Month: October 2012

An Oversight

Object Relational Mappers have a dream. Their dream is that the mechanics of creating, reading, updating and deleting can be abstracted away and need not be thought about.

I have a dream, too. My dream is that the fact that creating, inserting, updating and deleting is going on can be abstracted away and need not be thought about.

The ORM dream has a big ol’ flaw, to the extent that I am sceptical about the use of ORMs in general. The flaw is that the right way to do CRUD operations depends rather heavily on the domain and the application in question.

My dream should not be vulnerable to that particular flaw, though, because I’m trying to abstract away those operations entirely. Or so I thought right up until yesterday, when I realised that since my approach is to first convert the programmer’s code into a form that does have CRUD operations, I’m going to have the ORM problem from then onwards.

And it’s worse, because when you call the CRUD operations yourself you can exercise a fair degree of control over what goes on. When the CRUD invocations are automatically generated, that control would have to be exercised by hints and indirect suggestions.

Bugger.

3 Approaches

In today’s fantabulous outing, marvel at three approaches to efficient implementation!  Ride the wave of perplexity that is the function from a list of inputs to the current state! Gaze in wonder at the persistent storage of that current state!

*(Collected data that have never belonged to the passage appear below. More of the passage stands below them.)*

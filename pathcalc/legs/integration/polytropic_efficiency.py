"""Adiabatic curves of constant polytropic (small-stage) efficiency: dh = c v dp.

c is 1/eta_p in compression and eta_p in expansion. With k = c - 1 and y = ln p, in one phase

    dT/dy = p [k v (dp/dv)_T - T (dp/dT)_v]/D      dv/dy = p [c_v - k v (dp/dT)_v]/D
    D = c_v (dp/dv)_T - T (dp/dT)_v^2

(from dh = T ds + v dp and T ds = c_v dT + T (dp/dT)_v dv), and dh/dy = c p v inside the dome. Both are solved
by collocation at the nodes of the 15-point Kronrod rule on equal panels of ln p.
"""

from __future__ import annotations

from collections.abc import Callable
from dataclasses import dataclass, fields
from functools import lru_cache

import numpy as np
from numpy.polynomial import legendre
from numpy.typing import NDArray

from pathcalc.equations.contract import Array, Model
from pathcalc.equations.properties import thermal
from pathcalc.equilibrium.saturation import saturation_at_p
from pathcalc.legs.integration.families import Coordinate, Ends, Family, Lanes, Nodes
from pathcalc.legs.integration.quadrature import GAUSS_WEIGHTS, KRONROD_WEIGHTS, NODES, over_nodes
from pathcalc.legs.integration.saturation_line import Side, side_of

PANELS = 4
ITERATIONS = 60
TOLERANCE = 2e-13
ACCURACY = 2e-12
"""Relative accuracy asked of the end of a stretch; a rougher one is taken in shorter stretches."""

Slopes = Callable[[Array, Array], Array]
"""From y = ln p (nodes, n) and unknowns (m, nodes, n) to their slopes by y, (m, nodes, n)."""


@lru_cache(maxsize=1)
def _integration_matrix() -> tuple[Array, Array]:
    """Integrals of the Lagrange polynomials of the nodes from 0 to each node, and barycentric weights."""
    z = 2.0 * NODES - 1.0
    size = z.size
    vandermonde = legendre.legvander(z, size - 1)
    integrals = np.empty((size, size))
    for k in range(size):
        unit = np.zeros(size)
        unit[k] = 1.0
        integrals[:, k] = legendre.legval(z, legendre.legint(unit, lbnd=-1)) / 2.0
    matrix = np.linalg.solve(vandermonde.T, integrals.T).T
    gaps = z[:, None] - z[None, :]
    np.fill_diagonal(gaps, 1.0)
    weights: Array = 1.0 / gaps.prod(axis=1)
    return np.asarray(matrix, dtype=np.float64), weights


def _accumulate(matrix: Array, values: Array) -> Array:
    """``matrix`` applied to the nodes of ``values`` (nodes, n), one term after the other in every lane."""
    total: Array = matrix[:, :1] * values[0]
    for j in range(1, values.shape[0]):
        total = total + matrix[:, j : j + 1] * values[j]
    return total


@dataclass(frozen=True)
class Solution:
    """Values of m unknowns along y = ln p from ``y_a`` to ``y_b`` (n,): nodes (m, PANELS, 15, n), ends (m, n).

    ``first`` and ``last`` are the values at the two ends.

    ``error`` (m, n) is the estimate of the end values; ``converged`` (n,).
    """

    y_a: Array
    y_b: Array
    values: Array
    last: Array
    error: Array
    converged: NDArray[np.bool_]
    first: Array

    @property
    def rough(self) -> NDArray[np.bool_]:
        """Lanes whose end values are not accurate to ACCURACY, or that did not converge."""
        with np.errstate(invalid="ignore"):
            accurate = np.all(self.error <= ACCURACY * np.abs(self.last), axis=0)
        return np.asarray(~(self.converged & accurate), dtype=np.bool_)

    def replaced(self, lanes: Lanes, by: Solution) -> Solution:
        """A copy in which the given lanes are those of ``by``."""
        changed = {}
        for item in fields(self):
            values = getattr(self, item.name).copy()
            values[..., lanes] = getattr(by, item.name)
            changed[item.name] = values
        return Solution(**changed)

    @property
    def first_volume(self) -> Array:
        """The second unknown (v, where the unknowns are T and v) at ``y_a``, (n,)."""
        volume: Array = self.first[1]
        return volume

    def at(self, y: Array, lanes: Lanes) -> Array:
        """Unknowns (m, nodes, k) at ``y`` (nodes, k) of ``lanes`` (k,), by barycentric interpolation."""
        span = (self.y_b - self.y_a)[lanes]
        with np.errstate(divide="ignore", invalid="ignore"):
            x = np.where(span != 0.0, (y - self.y_a[lanes]) / span, 0.0) * PANELS
        panel = np.clip(np.floor(np.nan_to_num(x)), 0, PANELS - 1).astype(np.intp)
        local = x - panel
        weights = _integration_matrix()[1]
        top = np.zeros((self.values.shape[0], *y.shape))
        bottom = np.zeros(y.shape)
        for j in range(NODES.size):
            gap = local - NODES[j]
            gap = np.where(gap == 0.0, 1e-300, gap)
            share = weights[j] / gap
            top = top + share * self.values[:, panel, j, lanes]
            bottom = bottom + share
        result: Array = top / bottom
        return result


def solve(slopes: Slopes, y_a: Array, y_b: Array, start: Array) -> Solution:
    """Solve du/dy = slopes(y, u) from ``start`` (m, n) at ``y_a`` to ``y_b`` (n,), lane by lane."""
    matrix, _ = _integration_matrix()
    unknowns, lanes = start.shape
    width = (y_b - y_a) / PANELS
    values = np.empty((unknowns, PANELS, NODES.size, lanes))
    error = np.zeros_like(start)
    converged = np.ones(lanes, dtype=bool)
    here = start
    rate = slopes(y_a[None, :], here[:, None, :])
    for panel in range(PANELS):
        y = y_a + width * (panel + NODES[:, None])
        guess = here[:, None, :] + rate[:, -1:, :] * width * NODES[:, None]
        done = np.zeros(lanes, dtype=bool)
        for _ in range(ITERATIONS):
            rate = slopes(y, guess)
            better = here[:, None, :] + np.stack([_accumulate(matrix, r) for r in rate]) * width
            size = np.abs(here)[:, None, :]
            change = (np.abs(better - guess) > TOLERANCE * size).any(axis=(0, 1))
            guess = np.where(done, guess, better)
            done |= ~change
            if done.all():
                break
        converged &= done & np.isfinite(guess).all(axis=(0, 1))
        rate = slopes(y, guess)
        values[:, panel] = guess
        end = np.stack([over_nodes(KRONROD_WEIGHTS[:, None] * r) for r in rate]) * width
        low = np.stack([over_nodes(GAUSS_WEIGHTS[:, None] * r) for r in rate]) * width
        error += 4.0 * np.abs(end - low)
        here = here + end
    return Solution(y_a, y_b, values, here, error, converged, start)


def one_phase_slopes(model: Model, factor: Array) -> Slopes:
    """Slopes of (T, v) in one phase; ``factor`` c (n,)."""
    k = factor - 1.0

    def slopes(y: Array, unknown: Array) -> Array:
        T, v = unknown
        with np.errstate(invalid="ignore", over="ignore", divide="ignore"):
            t = thermal(model, T, v)
            p = np.exp(y)
            D = t.cv * t.p_v - T * t.p_T * t.p_T
            dT = p * (k * v * t.p_v - T * t.p_T) / D
            dv = p * (t.cv - k * v * t.p_T) / D
        return np.stack([dT, dv])

    return slopes


def dome_slopes(model: Model, factor: Array) -> Slopes:
    """Slope of h inside the dome; ``factor`` c (n,). The saturated states of one set of nodes are kept."""
    kept: list[tuple[Array, Side, Side]] = []

    def slopes(y: Array, unknown: Array) -> Array:
        if not kept or kept[0][0] is not y:
            sat = saturation_at_p(model, np.exp(y).reshape(-1))
            sides = (side_of(model, sat, vapour) for vapour in (False, True))
            liquid, vapour = (Side(*(a.reshape(y.shape) for a in side)) for side in sides)
            kept[:] = [(y, liquid, vapour)]
        _, liquid, vapour = kept[0]
        quality = (unknown[0] - liquid.h) / (vapour.h - liquid.h)
        v = liquid.v + quality * (vapour.v - liquid.v)
        return np.asarray((factor * np.exp(y) * v)[None])

    return slopes


@dataclass(frozen=True)
class OnePhaseCurve:
    """The one-phase stretch of such a curve, ln p linear in x; ``solution`` holds T and v, ``factor`` c."""

    solution: Solution
    factor: Array

    @property
    def coordinate(self) -> Coordinate:
        """See :class:`Family`."""
        return "p"

    @property
    def level_in_dome(self) -> bool:
        """See :class:`Family`."""
        return False

    def nodes(self, model: Model, ends: Ends, x: Array, lanes: Lanes) -> Nodes:
        """See :class:`Family`."""
        y_a, y_b = self.solution.y_a[lanes], self.solution.y_b[lanes]
        y = y_a + x * (y_b - y_a)
        T, v = self.solution.at(y, lanes)
        dT, dv = one_phase_slopes(model, self.factor[lanes])(y, np.stack([T, v]))
        return Nodes(T, v, dT * (y_b - y_a), dv * (y_b - y_a))

    def mismatch(self, side: Side, lanes: Lanes | None) -> Array:
        """See :class:`Family`; the curve is cut while it is solved, not afterwards."""
        return np.ones_like(side.T)

    def dome_volume(self, liquid: Side, vapour: Side, lanes: Lanes) -> Array:
        """See :class:`Family`."""
        raise AssertionError("this stretch lies in one phase")

    def middle(self, model: Model, ends: Ends, lanes: Lanes) -> dict[str, Array]:
        """See :class:`Family`."""
        return {"T": ends.T_a, "v": ends.v_a}


def end_mismatch(model: Model, curve: Family, ends: Ends, lanes: Lanes) -> Array:
    """What the integrals along a curve owe to its ends being solved for, in the order of QUANTITIES, (7, k).

    A curve ends where its equation was solved to, which need not be the end state to the last digit.
    """
    nodes = curve.nodes(model, ends, np.array([0.0, 1.0])[:, None] + np.zeros(lanes.size), lanes)
    total = np.zeros((7, lanes.size))
    for k, (T, v) in enumerate(((ends.T_a, ends.v_a), (ends.T_b, ends.v_b))):
        t = thermal(model, T, v)
        dT, dv = 2.0 * np.abs(nodes.T[k] - T), 2.0 * np.abs(nodes.v[k] - v)
        if k == 1 and isinstance(curve, OnePhaseCurve):
            dT, dv = dT + curve.solution.error[0, lanes], dv + curve.solution.error[1, lanes]
        heat = t.cv * dT + T * t.p_T * dv
        push = v * (t.p_T * dT + np.abs(t.p_v) * dv)
        p_dv = t.p * dv
        total += np.stack([heat / T, heat + p_dv, heat + push, p_dv, push, heat, (heat + push) / T])
    return total


@dataclass(frozen=True)
class DomeCurve:
    """The stretch of such a curve inside the dome; ``solution`` holds h."""

    solution: Solution

    @property
    def coordinate(self) -> Coordinate:
        """See :class:`Family`."""
        return "p"

    @property
    def level_in_dome(self) -> bool:
        """See :class:`Family`."""
        return False

    def nodes(self, model: Model, ends: Ends, x: Array, lanes: Lanes) -> Nodes:
        """See :class:`Family`."""
        raise AssertionError("this stretch lies in the dome")

    def mismatch(self, side: Side, lanes: Lanes | None) -> Array:
        """See :class:`Family`."""
        return np.ones_like(side.T)

    def dome_volume(self, liquid: Side, vapour: Side, lanes: Lanes) -> Array:
        """See :class:`Family`."""
        (h,) = self.solution.at(np.log(liquid.p), lanes)
        v: Array = liquid.v + (h - liquid.h) / (vapour.h - liquid.h) * (vapour.v - liquid.v)
        return v

    def middle(self, model: Model, ends: Ends, lanes: Lanes) -> dict[str, Array]:
        """See :class:`Family`."""
        return {"T": ends.T_a, "v": ends.v_a}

Option 1 – incrementalisation

In this approach, we take a state function f, that takes a list of inputs and produces current state, and produce an incrementalised state function, that takes a change in the list of inputs to the resulting change in the current state. Liu gives a systematic approach for deriving the incrementalised versions of functions.

Advantages

  • It enables a neat way of making a highly responsive UI. As well as incrementalising the state function, you also incrementalise the view function (a function from state to HTML). On the client, you can run the incrementalised state function, pass its output to the incrementalised view function, and apply the resulting change to the DOM. (this works)
  • It lends itself to a really cute way of integrating with a data store: write a function that takes the system state and returns a relational representation of that state. Then incrementalise that function. Any time the system state changes, you can pass that change into the incrementalised relational representation function and hit the database with its output. Shiny! (I haven’t done this yet)

Disadvantages

  • The wording of Liu’s paper is very careful. What they have is a systematic approach for deriving incrementalised versions of functions. What they don’t have is a fully-automated approach. There needs to be some user interaction or some hinting (in the general case) in order to produce an incrementalised version of a function.
  • When you have an inner function that uses free variables, and the values of those free variables can be affected by a change, the incrementalised versions start to get pretty hairy and potentially rather inefficient. The current version of my code assumes that any free variables used will not change, which is obviously not true in general.
  • At the moment I have an informally specified bug ridden implementation of less than half of Liu’s technique.

Option 2 – Partial Evaluation

Partial evaluation is where you take a program of n inputs, then provide some subset of those inputs and evaluate the program with respect to those inputs. This isn’t immediately applicable to this state-updating shenanigans, because there’s no provision there for changing inputs.

Instead of running the partial evaluator directly on a program that takes a list of inputs and returns a state, we can augment the program with a new top level function:

return state(cons(new_input, inputs))

Assuming the partial evaluator unfolds that cons, we’re in with a chance of getting a program that incorporates a new input without doing too much stuffing around. It’s not at all clear how you might get the state into a persistent data store with this approach, but worse then that, the resulting program won’t know how to capitalize on existing bits of state. This is probably surmountable by memoizing computation of bits of the state, but if you’re going to go there…

Option 3 – Adaptive Computation

Adaptive computation (after Acar) is where you think of a program as building up a dependency graph of values. The final output depends on a bunch of intermediate values, which depend on other intermediate values, which ultimately depend on the program’s inputs.

There’s no obvious barrier to storing that whole dependency graph in some sort of persistent store. Obviously, this is going to be a much weirder database than Option 1 gives you; but on the other hand, this approach naturally gives you much more fine-grained change propagation behaviour. That means you don’t have to worry about free variables making stuff confusing. More importantly, it is fully automatable. You just feed your program into the madhouse, and off it goes.

Similar AJAXyness to that of Option 1 is imaginable, but vastly more intricate: you must ship the portions of the dependency graph relevant to the client’s computation down to it. Determining in advance which portions will be relevant is quite likely to be vulnerable to the halting problem, so you’ll have to either send too little (and have a lazy loading strategy to get other data that you need on the client) or too much (and clog the intertubes, OMG).

This option is closest to the approach taken by Asana’s Luna and by Meteor.

Parenthetically: I was amused to discover that with Option 1, the efficient thing to do is to cons a new input onto the head of the list. With this option, the efficient thing to do is to replace the empty list at the end of the input list with a singleton list containing the new input.

Conclusion

I’m sticking with Option 1 for now. I’m about to attempt integrating with a database; if that goes badly, Option 3 is going to start looking much better. Again.